### DATA EXCERPTS
================================

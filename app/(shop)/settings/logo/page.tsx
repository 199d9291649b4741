import Link from "next/link";
import { LogoForm } from "@/components/cards/logo-form";
import { findShopLogo } from "@/db/cards";
import { getDb } from "@/db/client";
import { requirePagePermission } from "@/lib/auth/guard";
import { describeLogo } from "@/lib/cards/logo";

export const metadata = { title: "Logo on balance cards" };

export default async function LogoSettingsPage() {
  await requirePagePermission("manage-settings", "/settings/logo");
  const logo = describeLogo(await findShopLogo(getDb()));
  return (
    <section className="max-w-3xl space-y-4">
      <h1 className="text-2xl font-semibold">Logo on balance cards</h1>
      <p className="text-sm text-graphite-600">
        Printed at the top of every balance card issued from now on, beside the shop&apos;s name and
        details from the{" "}
        <Link href="/settings" className="underline">
          shop settings
        </Link>
        . Cards already issued keep the logo they were issued with.
      </p>
      <LogoForm logo={logo} />
    </section>
  );
}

================================

### ABOUT THIS TASK
Tally how many lines of the listing above include the string "await", and report that figure by itself.

### RESPONSE TO THIS EXERCISE
2